Over the past couple of weeks, there has been a subtle cry among east coast surfers, wondering when their beloved Fall hurricane season is going to kick in to full gear. The Fall season, and September in particular, is what east coast surfers come to cherish after enduring the bone chilling winters and the many flat days of summer, and so far the September surf has left little to be stoked about. All hope should not be lost for east coast surfers, as the latest predictions from Dr. Gray and the Colorado State hurricane forecast team calls for heightened activity for the rest of the tropical season.
The Colorado state forecast team expects the individual month of September and the two-month period of October-November to experience five named storms each. In September, the forecast calls for four of the five storms to become hurricanes and two to become major hurricanes. In October-November, the team forecasts two of the five named storms to become hurricanes and one to become a major hurricane.
"We expect the remainder of the season to be active," said Phil Klotzbach, lead author of the hurricane forecast. "The conditions in the Pacific are transitioning to a weak La Nina. We have seen low pressure readings in the tropical Atlantic during August. The combination of these two factors usually implies an active season."

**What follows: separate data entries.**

/// An asymmetric top: rotational constants A ≥ B ≥ C, optional quartic
/// distortion (Watson's A reduction), and spin weights per symmetry class.
///
/// ```
/// use zsum::exact::parse_rational;
/// use zsum::models::asym_top::{pair_weights, AsymmetricTop, Axis};
/// use zsum::models::asymmetric::AsymmetricTopMath;
/// use zsum::spectrum::Spectrum;
/// use zsum::units::EnergyUnit;
/// let r = |s: &str| parse_rational(s).unwrap();
/// let math = AsymmetricTopMath::rigid(r("27.88"), r("14.51"), r("9.28"))?;
/// let water = AsymmetricTop::new(math, EnergyUnit::Wavenumber)
///     .with_weights(pair_weights(1, Axis::B))?;
/// let levels = water.levels_up_to(&r("40"))?;
/// // 0_00 (para, 1 state), 1_01 = B + C (ortho: 3 × 3 states), 1_11 = A + C (para, 3).
/// let got: Vec<String> = levels.iter().map(|l| format!("{}x{}", l.energy, l.degeneracy)).collect();
/// assert_eq!(got, ["0x1", "2379/100x9", "3716/100x3"].map(|s| {
///     let e = r(s.split('x').next().unwrap());
///     format!("{}x{}", e, s.split('x').nth(1).unwrap())
/// }));
/// # Ok::<(), zsum::Error>(())
/// ```
#[derive(Debug, Clone)]
pub struct AsymmetricTop {
    math: AsymmetricTopMath,
    weights: [BigUint; 4],
    unit: EnergyUnit,
    /// The certified levels of each (J, bits) computed so far, shared by
    /// clones (a molecule's spin isomers are clones with other weights):
    /// a listing, its count bound and its warnings certify each J once.
    solved: std::sync::Arc<std::sync::Mutex<Solved>>,
}

/// Certified levels by (J, working bits).
type Solved = std::collections::HashMap<(u64, u32), std::sync::Arc<Vec<AsymLevel>>>;

impl AsymmetricTop {
    /// The top with every symmetry class of weight 1, energies in `unit`.
    pub fn new(math: AsymmetricTopMath, unit: EnergyUnit) -> Self {
        AsymmetricTop {
            math,
            weights: std::array::from_fn(|_| BigUint::one()),
            unit,
            solved: Default::default(),
        }
    }

    /// The same top with spin weights `[ee, eo, oe, oo]`; refuses weights
    /// that are all zero.
    pub fn with_weights(mut self, weights: [BigUint; 4]) -> Result<Self> {
        if weights.iter().all(Zero::is_zero) {
            return Err(Error::invalid(
                "spin weights",
                "0:0:0:0",
                "at least one symmetry class (ee, eo, oe, oo) must have a positive weight",
            ));
        }
        self.weights = weights;
        Ok(self)
    }

    /// The certified computation behind the levels.
    pub fn math(&self) -> &AsymmetricTopMath {
        &self.math
    }

    /// The spin weights `[ee, eo, oe, oo]`.
    pub fn weights(&self) -> &[BigUint; 4] {
        &self.weights
    }

    fn weight(&self, ka: u64, kc: u64) -> &BigUint {
        &self.weights[class(ka, kc)]
    }

    fn max_weight(&self) -> &BigUint {
        self.weights.iter().max().unwrap_or(&self.weights[0])
    }

    /// The absolute enclosure width for levels of J at `bits`: 2^−(bits+2)
    /// of C·J(J+1), below 2^−bits of every level's magnitude for the rigid
    /// top (E ≥ C·J(J+1)); for a distorted top, of the smaller of that and
    /// its certified lower bound where positive.
    fn width(&self, j: u64, bits: u32) -> BigRational {
        let n = BigRational::from_integer(BigInt::from(j) * BigInt::from(j + 1));
        let [_, _, c] = self.math.constants();
        let mut scale = c * &n;
        let lb = self.math.lower_bound(j);
        if lb.is_positive() && lb < scale {
            scale = lb;
        }
        if !scale.is_positive() {
            scale = c.clone();
        }
        scale / BigRational::from_integer(BigInt::one() << (bits + 2))
    }

    /// The last J that may hold a level at or below `cutoff`: for the
    /// rigid top the last J with C·J(J+1) ≤ cutoff (the bound rises with
    /// J); for a distorted top the last J up to its turnover (or
    /// [`MAX_J`]) whose certified lower bound is at or below the cutoff,
    /// every J examined. `None` when not even J = 0 qualifies.
    fn j_last(&self, cutoff: &BigRational) -> Option<u64> {
        if self.math.quartic().is_none() {
            return self
                .rigid_j_last(cutoff)
                .map(|j| j.to_u64().unwrap_or(u64::MAX).min(MAX_J));
        }
        let last = self.math.turnover_j().unwrap_or(MAX_J).min(MAX_J);
        (0..=last)
            .rev()
            .find(|&j| &self.math.lower_bound(j) <= cutoff)
    }

    /// The rigid top's last J with C·J(J+1) ≤ `cutoff`, uncapped: J(J+1) ≤
    /// q ⇔ (2J+1)² ≤ 4q + 1 for q = ⌊cutoff/C⌋. `None` below zero.
    fn rigid_j_last(&self, cutoff: &BigRational) -> Option<BigInt> {
        let [_, _, c] = self.math.constants();
        let q = (cutoff / c).floor().to_integer();
        if q.is_negative() {
            return None;
        }
        Some(((q * 4u32 + 1u32).sqrt() - 1u32) / 2u32)
    }

    /// The levels of J whose energy may lie at or below `cutoff`, refined
    /// until each lies on one side of it (or proven equal to it).
    fn levels_of_j(&self, j: u64, cutoff: &BigRational, bits: u32) -> Result<Vec<AsymLevel>> {
        let mut b = bits;
        loop {
            let levels = self.solved(j, b)?;
            let straddles = levels
                .iter()
                .any(|l| l.value.lo() <= cutoff && l.value.hi() > cutoff);
            if !straddles || b >= bits + 256 {
                return Ok(levels
                    .iter()
                    .filter(|l| l.value.lo() <= cutoff)
                    .cloned()
                    .collect());
            }
            b += 64;
        }
    }

    /// The certified levels of J at `bits`, computed once per (J, bits)
    /// for this top and its clones. The lock is not held while solving
    /// (the cores of a listing solve different J).
    fn solved(&self, j: u64, bits: u32) -> Result<std::sync::Arc<Vec<AsymLevel>>> {
        let lock = || {
            self.solved
                .lock()
                .unwrap_or_else(std::sync::PoisonError::into_inner)
        };
        if let Some(l) = lock().get(&(j, bits)) {
            return Ok(l.clone());
        }
        let levels = std::sync::Arc::new(self.math.levels_of_j(j, &self.width(j, bits))?);
        lock().insert((j, bits), levels.clone());
        Ok(levels)
    }

    fn ground(&self) -> BigRational {
        // The lowest allowed level lies at J ≤ 1, where every Wang block
        // has one row: exact.
        let mut best: Option<BigRational> = None;
        for j in 0..=1 {
            if let Ok(levels) = self
                .math
                .levels_of_j(j, &self.width(j.max(1), DEFAULT_BITS))
            {
                for l in levels {
                    if l.states.iter().any(|s| !self.weight(s.ka, s.kc).is_zero()) {
                        let e = l.value.lo().clone();
                        if best.as_ref().is_none_or(|b| &e < b) {
                            best = Some(e);
                        }
                    }
                }
            }
        }
        best.unwrap_or_else(BigRational::zero)
    }

    /// Every level up to `cutoff` at `bits`, with its J listing.
    fn listing(&self, cutoff: &BigRational, budget: &Budget, bits: u32) -> Result<Vec<AsymLevel>> {
        check_cutoff(self, cutoff)?;
        let Some(j_last) = self.j_last(cutoff) else {
            return Ok(Vec::new());
        };
        let rows = (j_last as f64 + 1.0).powi(2);
        budget.check_levels(
            format_args!(
                "listing the asymmetric-top levels up to {}",
                exact_decimal(cutoff, 30)
            ),
            rows,
            LEVEL_BYTES,
            "give a lower cutoff",
        )?;
        // The work grows as the levels times their block size, times a
        // cost per row that itself rises with J (longer pivot chains,
        // wider numbers, the list's own exact bookkeeping), and with the
        // bits. Measured: J = 0..50 in about 60 ms of one core and J up to
        // 219 in about 42 s, some 300·(1 + J/25) steps per row at the
        // reference speed.
        let work: f64 = (0..=j_last)
            .map(|j| {
                let j = j as f64;
                (2.0 * j + 1.0) * (j / 2.0 + 1.0) * (1.0 + j / 25.0)
            })
            .sum::<f64>()
            * WORK_PER_ROW
            * (f64::from(bits) / 128.0).max(1.0);
        budget.check_work(
            format_args!(
                "certifying the asymmetric-top levels up to {} {} (J up to {j_last})",
                crate::exact::format_sig(cutoff, 6),
                self.unit
            ),
            work,
            "give a lower cutoff, a lower temperature or fewer digits",
        )?;
        use rayon::prelude::*;
        let per_j: Vec<Vec<AsymLevel>> = (0..=j_last)
            .into_par_iter()
            .map(|j| self.levels_of_j(j, cutoff, bits))
            .collect::<Result<_>>()?;
        Ok(per_j.into_iter().flatten().collect())
    }

    fn level_of(&self, l: &AsymLevel) -> Level {
        let states = BigUint::from(2 * l.j + 1);
        let g: BigUint = l
            .states
            .iter()
            .map(|s| self.weight(s.ka, s.kc))
            .sum::<BigUint>()
            * states;
        match l.value.exact() {
            Some(e) => Level::new(e.clone(), g),
            None => Level::enclosed(l.value.lo().clone(), l.value.hi().clone(), g),
        }
    }

    fn has_spin_index(&self) -> bool {
        self.max_weight() > &BigUint::one()
    }
}
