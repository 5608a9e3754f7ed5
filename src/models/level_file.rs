//! A user-supplied list of levels: electronic terms, fine-structure or
//! hyperfine levels, measured term values.
//!
//! # The level file format
//!
//! Plain UTF-8 text, one level per line:
//!
//! ```text
//! # Fluorine atom, ground configuration 2p5 (demo values)
//! 0      cm-1  4  2P3/2      # ground level
//! 404.1  cm-1  2  2P1/2
//! ```
//!
//! Each level line holds, separated by white space (spaces, tabs or any
//! Unicode white space):
//!
//! 1. **energy**: an exact decimal or fraction as [`parse_rational`] reads
//!    it: optional sign, digits with an optional decimal point, an optional
//!    exponent (`e` or `E`; exponents up to ±400 are always accepted,
//!    far larger ones refused), or `p/q` of two such numbers;
//!    underscores between digits are ignored. `881.0`, `-0.5`, `1.25e3`,
//!    `27/4` are energies. Negative energies are allowed (e.g. hyperfine
//!    levels relative to their centroid).
//! 2. **unit**: one of `J`, `eV`, `meV`, `cm-1` (also `cm^-1`, `1/cm`,
//!    `cm⁻¹`), `K`, `kJ/mol` (see [`EnergyUnit::parse`]). Lines may use
//!    different units; every energy is converted exactly to the unit of the
//!    first level (or to the unit asked for with [`LevelFile::with_unit`]).
//! 3. **degeneracy**: a whole number of at least 1 written with ASCII digits
//!    only (`4`, `2`, `1000000000000000000000` – any size).
//! 4. **label** (optional): the rest of the line, e.g. a term symbol. Its
//!    words are kept, joined by single spaces.
//!
//! `#` starts a comment that runs to the end of the line; blank lines and
//! comment-only lines are ignored. Lines end with `\n` or `\r\n`; a lone
//! `\r` is refused (it would hide line breaks). A leading byte-order mark is
//! skipped. A field may be at most [`MAX_FIELD_CHARS`] characters long and
//! a file at most [`MAX_FILE_BYTES`] bytes.
//!
//! Grammar (`ws` is one or more white-space characters, `[x]` optional,
//! `{x}` zero or more):
//!
//! ```text
//! file       = { line }
//! line       = [ws] [level [ws]] ["#" {any character}] ("\n" | "\r\n" | end of file)
//! level      = energy ws unit ws degeneracy [ws label]
//! energy     = number | number "/" number
//! number     = ["+" | "-"] digits ["." [digits]] [exponent] | ["+" | "-"] "." digits [exponent]
//! exponent   = ("e" | "E") ["+" | "-"] digit {digit}          (at most 6 digits; see above)
//! digits     = digit {digit}                                  (no "_" separators)
//! unit       = "J" | "eV" | "meV" | "cm-1" | "cm^-1" | "1/cm" | "cm⁻¹" | "K" | "kJ/mol"
//! degeneracy = digit {digit}                                  (value at least 1)
//! label      = word {ws word}                                 (no "#", no control characters)
//! ```
//!
//! # As a spectrum
//! Levels with equal energies (after conversion) merge into one level whose
//! degeneracy is the sum and whose label is the labels joined with `" + "`
//! ([`Spectrum::warnings`] reports each merge). The quantum numbers are
//! `term`, the 1-based position of the level among the file's level lines
//! (comments and blank lines do not count), and `sub`, which runs from 1 to
//! that line's degeneracy.
//!
//! ```
//! use zsum::models::level_file::LevelFile;
//! use zsum::spectrum::Spectrum;
//! use zsum::exact::parse_rational;
//! let f = LevelFile::parse("0 cm-1 4 2P3/2\n404.1 cm-1 2 2P1/2\n", "F.txt")?;
//! let levels = f.levels_up_to(&parse_rational("1000")?)?;
//! assert_eq!(levels.len(), 2);
//! assert_eq!(levels.levels()[1].energy, parse_rational("404.1")?);
//! assert_eq!(f.labels_at(&parse_rational("404.1")?), ["2P1/2"]);
//! # Ok::<(), zsum::Error>(())
//! ```

use crate::error::{Error, ErrorKind, Result};
use crate::exact::{parse_rational, rational_string};
use crate::level::{Level, LevelList};
use crate::spectrum::{check_cutoff, Budget, Spectrum, State, Structure};
use crate::units::EnergyUnit;
use num_bigint::BigUint;
use num_rational::BigRational;
use num_traits::{Signed, ToPrimitive, Zero};
use std::path::Path;

/// The most states [`Spectrum::states_at`] lists one by one for a level;
/// a more degenerate level is refused with [`ErrorKind::Budget`] (its
/// energy and degeneracy still enter every level list and count).
pub const MAX_LISTED_STATES: u64 = 1_000_000;

/// The longest field (energy, unit, degeneracy or label) accepted, in
/// characters, so a corrupt file cannot ask for a giant number.
pub const MAX_FIELD_CHARS: usize = 1000;

/// The largest level file [`LevelFile::read`] accepts, in bytes (32 MiB).
pub const MAX_FILE_BYTES: u64 = crate::input::MAX_LEVEL_BYTES;

/// Bytes per level in a level list (exact energy and degeneracy).
const LEVEL_BYTES: f64 = 128.0;

/// What a level line looks like, for error messages.
const LINE_SHAPE: &str = "`<energy> <unit> <degeneracy> [label]`, e.g. `881.0 cm-1 2 2P1/2`";

/// The units a level line may use, for error messages.
const UNITS_ALLOWED: &str = "J, eV, meV, cm-1 (or cm^-1, 1/cm, cm⁻¹), K, kJ/mol";

/// One level as the file (or the caller) gives it, before merging.
#[derive(Debug, Clone, PartialEq, Eq)]
pub struct Term {
    /// The energy, exact, in the unit of the [`LevelFile`] that holds it.
    pub energy: BigRational,
    /// The number of states at this energy given on this line (at least 1).
    pub degeneracy: BigUint,
    /// The label (e.g. a term symbol), if any.
    pub label: Option<String>,
    /// The line of the source text the level came from (1-based), or `None`
    /// for entries given with [`LevelFile::from_entries`].
    pub line: Option<usize>,
}

/// A user-supplied, finite list of levels (see the module documentation for
/// the file format).
#[derive(Debug, Clone, PartialEq, Eq)]
pub struct LevelFile {
    source: Option<String>,
    unit: EnergyUnit,
    terms: Vec<Term>,
    levels: LevelList,
    /// For each level of `levels`, the indices into `terms` of the terms
    /// merged into it, ascending.
    members: Vec<Vec<usize>>,
}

"We predict that September-November will exhibit characteristics of an active year based on climate signals through August," said William Gray, who has been issuing hurricane forecasts at Colorado State for 24 years.
These conditions include Atlantic basin sea surface temperatures that have remained at near-normal values along with ENSO conditions that trended slightly cooler during August. Atlantic sea level pressure values were at near-record low levels during August.
Before the start of the June-through-November Atlantic season, Dr. Gray's team forecasted 17 named storms and nine hurricanes. The team revised that forecast slightly downward in August to 15 named storms and eight hurricanes. In the latest forecast, the team still expects 15 named storms but says only seven of them will be hurricanes.Note: This news has been adapted from a news release issued by Colorado State University.